La concepción de dignidad bajo el paternalismo médico pone el acento en la compasión y la protección. Se considera digno actuar con humanidad evitando sufrimientos extremos, aunque el paciente no lo entienda en el momento. Importa destacar que, filosóficamente, este enfoque debe cuidarse de no caer en lo que algunos llaman “patriarcalismo” o exceso de autoridad, donde el profesional impone su escala de valores. Un paternalismo ético requiere humildad y empatía: reconocer que la intervención es una carga moral (pues se invade la libertad) y que solo se hace porque genuinamente no hay mejor alternativa para ayudar al paciente. Autores como Diego Gracia proponen la deliberación ética caso por caso, ponderando principios, para decidir si prima la autonomía o la beneficencia en cada situación concreta; no es un cheque en blanco para el médico, sino un proceso racional y compasivo de toma de decisiones.
Autonomía relacional: interdependencia y apoyo
La teoría de la autonomía relacional ofrece una vía de conciliación, al reconocer que la toma de decisiones siempre ocurre en un entramado de relaciones sociales. Desde esta perspectiva, la autonomía no es mera independencia absoluta, sino la capacidad de actuar en consonancia con quien uno es, lo cual incluye considerar las relaciones significativas, los cuidados recibidos y las responsabilidades mutuas. En el caso del enfermo mental, la autonomía relacional enfatizaría que sus decisiones deben entenderse en el contexto de su red de apoyo: familia, amigos, profesionales. Esto no significa que otros decidan por él sin más, sino que se construye una solución dialogada. Por ejemplo, si un paciente psicótico rechaza tratamiento, una aproximación relacional buscaría involucrar a alguien de su confianza (un familiar cercano, un terapeuta con buena relación) para persuadirlo, comprender sus miedos, y quizás negociar un plan que respete en algo sus preferencias (tal vez aceptar medicación a cambio de evitar la hospitalización, si fuera viable y seguro). No se deja al paciente solo con su carga (lo cual sería un falso respeto a la autonomía), pero tampoco se le arrebata completamente su voz.

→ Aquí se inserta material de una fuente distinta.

/// No crossing, and wood everywhere between the surfaces.
fn shape(design: &Design, station: &StationAids<'_>) -> [Check; 2] {
    let at = station.shape.at;
    let outline = station.template.lines.iter().find(|line| line.role == Role::CutOutside);
    let crossing = outline.map(|line| line.path.refuse_crossings(design.router.tolerance.mm()));
    let simple = matches!(crossing, Some(Ok(())));
    let thickness = least_thickness(&station.shape);
    let name = station.shape.section_name();
    let chord = station.shape.chord;
    [
        Check {
            name: "outline crosses itself".to_owned(),
            place: place(at),
            value: if simple { 0.0 } else { 1.0 },
            limit: 0.0,
            unit: "places".to_owned(),
            passed: simple,
            why: match crossing {
                Some(Err(error)) => error.to_string(),
                _ => format!("{name} at a chord of {chord:.1} mm is one plain contour"),
            },
        },
        Check {
            name: "surfaces keep apart ahead of the trailing edge".to_owned(),
            place: place(at),
            value: thickness,
            limit: 0.0,
            unit: "mm".to_owned(),
            passed: thickness > 0.0,
            why: "least distance between the surfaces from 1 % to 99 % of chord; the upper must lie above"
                .to_owned(),
        },
    ]
}

/// Least distance between points of equal parameter on the two surfaces, from 1 % of chord to the
/// last 1 %, counted negative where they have changed sides.
fn least_thickness(shape: &crate::wing::StationShape<'_>) -> f64 {
    use crate::geometry::Curve;
    const PLACES: usize = 200;
    let roots = (0..=PLACES).map(|i| 0.1 + (0.995 - 0.1) * i as f64 / PLACES as f64);
    roots
        .map(|root| {
            let (upper, lower) = (shape.jet(-root).point, shape.jet(root).point);
            (upper - lower).hypot() * (upper.y - lower.y).signum()
        })
        .fold(f64::INFINITY, f64::min)
}

/// Wood must be left beside every slot and bore.
fn cuts<'a>(station: &'a StationAids<'_>) -> impl Iterator<Item = Check> + 'a {
    station.wood.cuts.iter().map(|(cut, shape)| {
        let limit = cut.least_left.mm();
        let passed = shape.wood_left >= limit;
        Check {
            name: "wood is left beside the cut".to_owned(),
            place: format!("{}, {}", place(station.shape.at), cut.purpose),
            value: shape.wood_left,
            limit,
            unit: "mm".to_owned(),
            passed,
            why: match (passed, shape.wood_left > 0.0) {
                (true, _) => "least distance from it to another face of the wood".to_owned(),
                (_, true) => {
                    "make it shallower or narrower, or move it to where the section is thicker".to_owned()
                }
                (_, false) => "it goes through the other face: it is too deep or too wide there".to_owned(),
            },
        }
    })
}

/// A batten from one template to the next must lie near a curved design.
fn batten(design: &Design, from: f64, to: f64, gap: f64) -> Check {
    let limit = design.fairing.map_or(FAIRING, |fairing| fairing.mm());
    let passed = gap <= limit;
    Check {
        name: "a batten between templates lies near the design".to_owned(),
        place: format!("{} to {} mm", crate::units::number(from, 3), crate::units::number(to, 3)),
        value: gap,
        limit,
        unit: "mm".to_owned(),
        passed,
        why: if passed {
            "this is what a straight batten takes off or leaves on a curved foil".to_owned()
        } else {
            format!(
                "name more places under [templates], or write fairing = \"{limit} mm\" there and have them chosen"
            )
        },
    }
}

/// What the outlines of flap and main body may take of the clearance, mm: each is followed with arcs.
const GAP_SLACK: f64 = 0.03;

/// The flap must keep clear of the main body throughout its travel.
fn flap_gap(design: &Design, station: &StationAids<'_>) -> Option<Check> {
    let (split, flap) = (station.wood.split.as_ref()?, design.flap?);
    let clearance = flap.clearance.mm();
    let passed = split.least_gap >= clearance - GAP_SLACK;
    let angle = split.least_gap_at.to_degrees();
    Some(Check {
        name: "flap keeps clear of the main body".to_owned(),
        place: place(station.shape.at),
        value: split.least_gap,
        limit: clearance,
        unit: "mm".to_owned(),
        passed,
        why: format!(
            "turned from {} up to {} down, the pieces come nearest at {angle:+.1}°{}",
            flap.up,
            flap.down,
            if passed { "" } else { ": ask for less travel, or move the axis towards the middle" }
        ),
    })
}

/// Each plate of a mask must lie on the bed, turned as it may be, and not stand too high.
fn printer(design: &Design, station: &StationAids<'_>) -> [Check; 2] {
    let margin = 2.0 * design.printer.margin.mm();
    let bed = [design.printer.bed_x, design.printer.bed_y].map(|side| side.mm() - margin);
    let height = design.printer.bed_z.mm();
    let plate = |half: Half, solid: &Solid| {
        let [x, y, z] = solid.size();
        let size = format!("{x:.2} by {y:.2} by {z:.2} mm");
        let room = format!("{:.2} by {:.2} by {height:.2} mm, the bed less its margin", bed[0], bed[1]);
        let flat = fits([x, y], bed);
        let low = z <= height;
        // What is told is what fails, and the length of the plate when nothing does.
        let (value, limit) = if low { (x.max(y), bed[0].max(bed[1])) } else { (z, height) };
        Check {
            name: "mask fits the printer bed".to_owned(),
            place: format!("{}, {} half", place(station.shape.at), half.word()),
            value,
            limit,
            unit: "mm".to_owned(),
            passed: flat && low,
            why: match (low, flat) {
                (true, true) => format!("{size} lies on {room}"),
                (false, _) => format!("{size} is higher than {room}: make the masks thinner"),
                (true, false) => format!(
                    "{size} is larger than {room}, turned any way: take a larger bed, thinner walls or a shorter chord"
                ),
            },
        }
    };
    [plate(Half::Upper, &station.mask.upper), plate(Half::Lower, &station.mask.lower)]
}

/// What is cut must lie on the stock sheet, either way round.
fn stock(design: &Design, place: &str, drawing: &Drawing) -> Check {
    let margin = 2.0 * design.stock.margin.mm();
    let sheet = [design.stock.length, design.stock.width].map(|side| side.mm() - margin);
    let cut = drawing.lines.iter().filter(|line| line.role == Role::CutOutside);
    let size = cut.map(|line| line.path.bounds()).reduce(|a, b| a.union(b)).unwrap_or(Rect::ZERO).size();
    let passed = fits([size.width, size.height], sheet);
    Check {
        name: "template fits the stock sheet".to_owned(),
        place: place.to_owned(),
        value: size.width.max(size.height),
        limit: sheet[0].max(sheet[1]),
        unit: "mm".to_owned(),
        passed,
        why: if passed {
            format!("{:.1} by {:.1} mm lies within the sheet less its margin", size.width, size.height)
        } else {
            format!(
                "{:.1} by {:.1} mm does not go on {:.0} by {:.0} mm: take a larger sheet or join two",
                size.width, size.height, sheet[0], sheet[1]
            )
        },
    }
}

/// Whether a rectangle lies within another, at any angle.
///
/// Source: W. B. Carver, solution to problem E 1225, American Mathematical Monthly 64 (1957); from
/// memory.
fn fits(piece: [f64; 2], room: [f64; 2]) -> bool {
    let ([p, q], [a, b]) = (longer_first(piece), longer_first(room));
    let diagonal = p * p + q * q;
    (p <= a && q <= b)
        || (p > a && b * diagonal >= 2.0 * p * q * a + (p * p - q * q) * (diagonal - a * a).sqrt())
}

fn longer_first([a, b]: [f64; 2]) -> [f64; 2] {
    if a >= b { [a, b] } else { [b, a] }
}

/// The checks with those outside their limit first.
pub(super) fn worst_first(checks: &[Check]) -> impl Iterator<Item = &Check> {
    let outside = checks.iter().filter(|check| !check.passed);
    outside.chain(checks.iter().filter(|check| check.passed))
}

#[cfg(test)]
mod tests {
    use super::fits;

    #[test]
    fn a_long_piece_may_lie_across_the_corners() {
        // A thin rod goes as far as the diagonal, 311.1 for 220 square.
        assert!(fits([311.0, 0.01], [220.0, 220.0]) && !fits([311.2, 0.01], [220.0, 220.0]));
        // At 45 degrees a square of side s holds a piece whose sides add up to s times root two.
        assert!(fits([250.0, 61.0], [220.0, 220.0]) && !fits([250.0, 62.0], [220.0, 220.0]));
        assert!(fits([100.0, 220.0], [220.0, 100.0]) && !fits([100.0, 221.0], [220.0, 100.0]));
        assert!(!fits([150.0, 150.0], [1000.0, 149.0]));
    }
}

La autonomía relacional conecta con la idea de solidaridad y empatía en la comunidad. Reconoce que todos somos vulnerables en alguna medida y dependemos de otros en distintos momentos de la vida (nadie es totalmente autónomo todo el tiempo). Por ende, no se trata de aislar al enfermo mental en pro de su “libertad”, sino de acompañarlo en la toma de decisiones difíciles. Este enfoque también resuena con la noción de “dignidad en las relaciones de cuidado”: la dignidad se expresa cuando el individuo siente que es escuchado, valorado y apoyado por quienes le rodean, incluso si en última instancia se toma una decisión que él inicialmente no quería. La diferencia es que esa decisión se habrá gestado con diálogo y respeto, no de forma impuesta brutalmente.
En suma, las diferentes teorías aportan matices: Kant nos recuerda la inviolabilidad de la persona; el utilitarismo, la importancia de las consecuencias sobre el bienestar; el paternalismo médico tradicional, el deber de cuidar y los peligros de la omisión; la autonomía relacional, la importancia del contexto y de los apoyos para una auténtica autodeterminación. Todas estas visiones buscan, en último término, preservar la dignidad del paciente con enfermedad mental, aunque ponen el énfasis en facetas distintas de esa dignidad (autonomía racional, resultado benéfico, integridad moral, reconocimiento social, etc.).
El papel de los profesionales de la salud, la familia y el Estado
La resolución práctica de estos dilemas recae en distintos actores sociales que rodean al paciente: el equipo médico, los familiares (u otros cuidadores cercanos) y el Estado a través de sus leyes e instituciones. Cada uno tiene un rol específico y enfrenta retos particulares para garantizar la dignidad del enfermo mental.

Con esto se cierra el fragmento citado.